The petitioners insist that they are fully in favor of the integration of Haredi men and women into the labor force, but they say that this has to be done differently.

Hebrew University, for example, under Professor Kupferman’s vision, has been running a pre-college “mechina”, or preparatory program, for Haredi men and women, to teach them subjects such as math, English and study skills, after which students are fully integrated into the university. Nearly 300 students have graduated this program, and, Professor Kupferman says, “not a single one has become non-religious.” The university also opened a leadership training program, which has so far had 100 participants. “This is good for them and it is good for us. We all learn from each other, and break stigmas on all sides. The mechina gives them a gradual bridge to mixed program.”
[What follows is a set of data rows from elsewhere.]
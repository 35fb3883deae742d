import { describe, expect, test } from 'vitest';
import { match } from './id';

describe('id route matcher', () => {
	test.each([
		['1', true],
		['42', true],
		['0', false],
		['-1', false],
		['01', false],
		['1e3', false],
		['abc', false],
		['', false],
		['12345678901234567', false]
	])('%j → %s', (param, ok) => {
		expect(match(param)).toBe(ok);
	});
});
There are many who believe that many Haredim are so eager to earn their own living that they would pursue higher education even in integrated settings – and in fact 30% of the participants in the segregated programs said that they would do just that. Estee Rieder-Indursky says that the idea that there is no other way to get Haredi men into higher education is a “lie that CHE is telling.”

“The Haredi community is heterogeneous,” Professor Joel argues. “But when we listen to one particular Haredi leadership who wants to determine how things are done, then we are giving those most extreme voices more power, and we are hurting the other parts of the Haredi community who want something else. There is a lot of coercion – that if they learn in mixed places, the will be excommunicated, unable to find a shidduch, etc. We are currently collaborating with the powerful hegemony of the leadership. We don’t have to do this. It’s not in the best interest of the state or in the best interest of the Haredi community.”

Professor Ron Shapira, president of the Peres Academic Center, and Dr. Chaim Zicherman, Director of the Haredi campus of Kiryat Ono, agree. “The current generation of Haredim are knocking on the doors of Israeli society,” they wrote in a position paper to CHE. “Many young people sneak in under the radar, serve in the army, obtain a higher education, and enter the workforce. But the Haredi leadership is hesitant about these trends.”

The petitioners are also sympathetic to the dilemmas facing Haredi men. “A Haredi man who wants to study at university has to overcome a lot of obstacles,” Professor Kupferman says. “Being open to texts, being willing to engage in critical thinking – gender isn’t the only or even the biggest obstacle. If he is willing to overcome the other obstacles, he will be willing to overcome this one, too. There are many Haredi women and men who are thirsty for knowledge. With the right background and tools, they can fully integrate.”

Dr. Elana Maryles Sztokman is an award winning author, rabbinical student at Hebrew Union College, and frequent contributor to the Forward.